> [About this exercise]:
When the word "Option" shows up in a line of the records below, copy that line.

> [Collected data]:
- Opening Delimiter -
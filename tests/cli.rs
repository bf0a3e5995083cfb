//! The program as people run it: words in, output, notes and exit codes out.
#![allow(clippy::unwrap_used)]

use dotwright::units::parse_concise;
use serde_json::Value;
use std::fs;
use std::io::Write;
use std::path::Path;
use std::process::{Command, Output, Stdio};

const DOT: &str = "shapes/two-lobe.toml";
const COMMANDS: [&str; 6] = ["levels", "map", "sheet", "check", "materials", "generate"];

fn program(words: &[&str]) -> Command {
    let mut command = Command::new(env!("CARGO_BIN_EXE_dotwright"));
    command
        .args(words)
        .current_dir(env!("CARGO_MANIFEST_DIR"))
        .env("LC_ALL", "C")
        .env("TERM", "dumb")
        .stdin(Stdio::null());
    command
}

fn run(words: &[&str]) -> Output {
    program(words).output().unwrap()
}

fn out(output: &Output) -> String {
    String::from_utf8(output.stdout.clone()).unwrap()
}

fn err(output: &Output) -> String {
    String::from_utf8(output.stderr.clone()).unwrap()
}

/// Runs with a text on standard input.
fn fed(words: &[&str], text: &[u8]) -> Output {
    let mut child = program(words)
        .stdin(Stdio::piped())
        .stdout(Stdio::piped())
        .stderr(Stdio::piped())
        .spawn()
        .unwrap();
    // a program that refuses its arguments does not read its input
    let _ = child.stdin.take().unwrap().write_all(text);
    child.wait_with_output().unwrap()
}

/// Standard output of a run that must succeed.
fn done(words: &[&str]) -> String {
    let output = run(words);
    assert_eq!(output.status.code(), Some(0), "{words:?}: {}", err(&output));
    out(&output)
}

/// Standard error of a run that must end with `code`, without data and without a panic.
fn refused(words: &[&str], code: i32) -> String {
    let output = run(words);
    let said = err(&output);
    assert_eq!(output.status.code(), Some(code), "{words:?}: {said}");
    assert_eq!(out(&output), "", "{words:?} printed data");
    assert!(!said.contains("panicked"), "{words:?}: {said}");
    assert!(said.len() > 20, "{words:?} says too little: {said:?}");
    said
}
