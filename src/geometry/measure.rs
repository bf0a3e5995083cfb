//! Area, perimeter, distance, winding.

use super::outline::{Loop, Outline};
use super::piece::Piece;
use super::point::{Box2, Point};

impl Loop {
    /// Enclosed area, positive counter-clockwise.
    pub fn area(&self) -> f64 {
        let Some(first) = self.pieces.first() else {
            return 0.0;
        };
        let c = first.start();
        self.pieces.iter().map(|p| p.area_about(c)).sum()
    }

    /// Length of the boundary.
    pub fn perimeter(&self) -> f64 {
        self.pieces.iter().map(Piece::length).sum()
    }

    /// Box around the loop.
    pub fn bounds(&self) -> Box2 {
        let mut b = Box2::EMPTY;
        for p in &self.pieces {
            let c = p.bounds();
            b.include(c.lo);
            b.include(c.hi);
        }
        b
    }

    /// The same loop run through the other way.
    pub fn reversed(&self) -> Self {
        Self {
            pieces: self.pieces.iter().rev().map(Piece::reversed).collect(),
        }
    }

    /// How often the loop runs round `p`, counter-clockwise counted positive.
    ///
    /// Crossings of the ray to the right; heights of joints are taken once for both neighbours,
    /// so that a ray through a joint is counted right whatever the roundoff.
    pub fn winding(&self, p: Point) -> i32 {
        let n = self.pieces.len();
        let mut turns = 0;
        for (k, piece) in self.pieces.iter().enumerate() {
            let next = self.pieces[(k + 1) % n].start().y;
            turns += match piece {
                Piece::Line { from, to } => {
                    let rises = crossing(from.y, next, p.y);
                    if rises != 0 && right_of_line(*from, *to, p, rises) {
                        rises
                    } else {
                        0
                    }
                }
                _ => curve_crossings(piece, next, p),
            };
        }
        turns
    }
}

/// +1 if the way from height a to b crosses h upwards, −1 downwards.
fn crossing(a: f64, b: f64, h: f64) -> i32 {
    i32::from(a <= h && h < b) - i32::from(b <= h && h < a)
}

fn right_of_line(from: Point, to: Point, p: Point, rises: i32) -> bool {
    let side = (to - from).cross(p - from);
    // Left of a rising edge means that the edge lies to the right.
    if rises > 0 { side > 0.0 } else { side < 0.0 }
}

fn curve_crossings(piece: &Piece, end_height: f64, p: Point) -> i32 {
    let mut cuts = vec![0.0];
    cuts.extend(piece.turning_points(1));
    cuts.push(1.0);
    let last = cuts.len() - 1;
    let height = |k: usize| {
        if k == last {
            end_height
        } else {
            piece.at(cuts[k]).y
        }
    };
    (0..last)
        .map(|k| {
            let rises = crossing(height(k), height(k + 1), p.y);
            let passes = rises != 0 && abscissa(piece, cuts[k], cuts[k + 1], p.y, rises) > p.x;
            if passes { rises } else { 0 }
        })
        .sum()
}

/// x where a stretch monotone in y has the height h.
fn abscissa(piece: &Piece, mut lo: f64, mut hi: f64, h: f64, rises: i32) -> f64 {
    let mut t = 0.5 * (lo + hi);
    for _ in 0..60 {
        let f = f64::from(rises) * (piece.at(t).y - h);
        if f > 0.0 {
            hi = t;
        } else {
            lo = t;
        }
        let newton = t - f / (f64::from(rises) * piece.velocity(t).y);
        let next = if newton > lo && newton < hi {
            newton
        } else {
            0.5 * (lo + hi)
        };
        if (next - t).abs() < 1e-16 {
            break;
        }
        t = next;
    }
    piece.at(t).x
}

impl Outline {
    /// Area.
    pub fn area(&self) -> f64 {
        self.loops.iter().map(Loop::area).sum()
    }

    /// Length of all boundaries.
    pub fn perimeter(&self) -> f64 {
        self.loops.iter().map(Loop::perimeter).sum()
    }

    /// Whether the material covers `p`.
    pub fn contains(&self, p: Point) -> bool {
        let turns: i32 = self
            .loops
            .iter()
            .filter(|l| {
                let b = l.bounds();
                b.lo.y <= p.y && p.y <= b.hi.y && p.x <= b.hi.x
            })
            .map(|l| l.winding(p))
            .sum();
        turns > 0
    }

    /// Distance from the boundary, positive inside the material.
    pub fn distance(&self, p: Point) -> f64 {
        let mut best = f64::INFINITY;
        for piece in self.pieces() {
            if piece.bounds().distance(p) < best {
                best = best.min(piece.nearest(p).1);
            }
        }
        if self.contains(p) { best } else { -best }
    }

    /// The outer loops, each with the holes in it, as outlines of their own.
    pub fn components(&self) -> Vec<Self> {
        let areas: Vec<f64> = self.loops.iter().map(Loop::area).collect();
        let mut out: Vec<(usize, Self)> = Vec::new();
        for (k, l) in self.loops.iter().enumerate() {
            if areas[k] > 0.0 {
                let loops = vec![l.clone()];
                out.push((k, Self { loops }));
            }
        }
        for (k, l) in self.loops.iter().enumerate() {
            if areas[k] > 0.0 {
                continue;
            }
            // The smallest outer loop around the hole; a point of the hole may touch the outer
            // loop, so several are asked.
            let inside = |outer: &Loop| {
                let asked = l.pieces.iter().map(|p| p.at(0.37));
                asked.filter(|p| outer.winding(*p) > 0).count() * 2 > l.pieces.len()
            };
            let home = out
                .iter_mut()
                .filter(|(i, o)| areas[*i] >= -areas[k] && inside(&o.loops[0]))
                .min_by(|a, b| areas[a.0].total_cmp(&areas[b.0]));
            if let Some((_, o)) = home {
                o.loops.push(l.clone());
            }
        }
        out.into_iter().map(|(_, o)| o).collect()
    }

    /// Number of holes.
    pub fn holes(&self) -> usize {
        self.loops.iter().filter(|l| l.area() < 0.0).count()
    }

    /// The smallest radius of curvature of the boundary between corners, and where; `None` if
    /// every edge is straight.
    pub fn min_radius(&self) -> Option<(f64, Point)> {
        let mut best: Option<(f64, Point)> = None;
        for p in self.pieces() {
            let samples = match p {
                Piece::Line { .. } => continue,
                Piece::Arc { .. } => 0,
                _ => 32,
            };
            let k = |t: f64| p.curvature(t).abs();
            let mut tightest = 0.0;
            for i in 0..=samples {
                let t = f64::from(i) / f64::from(samples.max(1));
                if k(t) > k(tightest) {
                    tightest = t;
                }
            }
            let mut step = 0.5 / f64::from(samples.max(1));
            while samples > 0 && step > 1e-9 {
                for t in [tightest - step, tightest + step] {
                    if (0.0..=1.0).contains(&t) && k(t) > k(tightest) {
                        tightest = t;
                    }
                }
                step *= 0.5;
            }
            let radius = 1.0 / k(tightest);
            if best.is_none_or(|b| radius < b.0) {
                best = Some((radius, p.at(tightest)));
            }
        }
        best
    }
}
- Closing Delimiter -
> [Solution to this problem]:
    pub fn min_radius(&self) -> Option<(f64, Point)> {
        let mut best: Option<(f64, Point)> = None;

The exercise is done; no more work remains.